Stored data:
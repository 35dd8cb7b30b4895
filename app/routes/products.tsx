import { requireArea } from "~/.server/guard";
import { listProducts, PRODUCT_SORTS } from "~/.server/routebook/queries/products";
import { companyPreferences } from "~/.server/settings/queries/company-settings";
import { type Column, FilterSelect } from "~/components/data-table";
import { options } from "~/components/form-controls";
import { archiveColumn, ArchiveStatusFilter, archivableListQuery, ListPage, nameColumn } from "~/components/routebook/list-table";
import { PRODUCT_CATEGORIES } from "~/lib/forms/routebook";
import { DOSE_BASIS_LABELS, labelOf, PRODUCT_CATEGORY_LABELS } from "~/lib/labels";
import { formatMoney } from "~/lib/format";
import { enumFilter } from "~/lib/list-params";
import { roleMayOpen } from "~/lib/roles";
import type { Route } from "./+types/products";

export const meta: Route.MetaFunction = () => [{ title: "Products · Patina" }];

export async function loader({ request, context }: Route.LoaderArgs) {
  const scope = requireArea(context, "routebook");
  const { url, params, active } = archivableListQuery(request, PRODUCT_SORTS);
  const [list, prefs] = await Promise.all([
    listProducts(scope, params, { category: enumFilter(url, "category", PRODUCT_CATEGORIES), active }),
    companyPreferences(scope),
  ]);
  return { ...list, params, currency: prefs.currency, mayEdit: roleMayOpen(scope.role, "routebookEdit") };
}

type Row = Route.ComponentProps["loaderData"]["rows"][number];

export default function Products({ loaderData }: Route.ComponentProps) {
  const columns: Array<Column<Row>> = [
    nameColumn("Product", (r) => (loaderData.mayEdit ? `/products/${r.id}/edit` : null)),
    { key: "category", label: "Category", sortKey: "category", cell: (r) => labelOf(PRODUCT_CATEGORY_LABELS, r.category) },
    {
      key: "labelDose",
      label: "Label dose",
      sortKey: "labelDose",
      numeric: true,
      cell: (r) =>
        r.labelDose === null
          ? "—"
          : `${r.labelDose}${r.maintenanceDose === null ? "" : ` then ${r.maintenanceDose}`} ${r.doseUnit ?? ""} ${DOSE_BASIS_LABELS[r.doseBasis]}`,
    },
    {
      key: "unitCost",
      label: "Unit cost",
      sortKey: "unitCost",
      numeric: true,
      cell: (r) => (r.unitCost === null ? "—" : `${formatMoney(r.unitCost, loaderData.currency)} per ${r.doseUnit ?? "unit"}`),
    },
    archiveColumn(),
  ];
  return (
    <ListPage title="Products" nouns={["product", "products"]} add={{ to: "/products/new", label: "Add a product" }} list={loaderData} columns={columns}
      searchLabel="Search product names" emptyText="No products here yet.">
      <FilterSelect name="category" label="Category" allLabel="All categories" options={options(PRODUCT_CATEGORY_LABELS)} />
      <ArchiveStatusFilter />
    </ListPage>
  );
}

export { ErrorPanel as ErrorBoundary } from "~/components/error-panel";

§ **What to work on**
Tally of lines with the word "params": work out how many lines in the records hold it, and give that number only.

§ **Solution**
4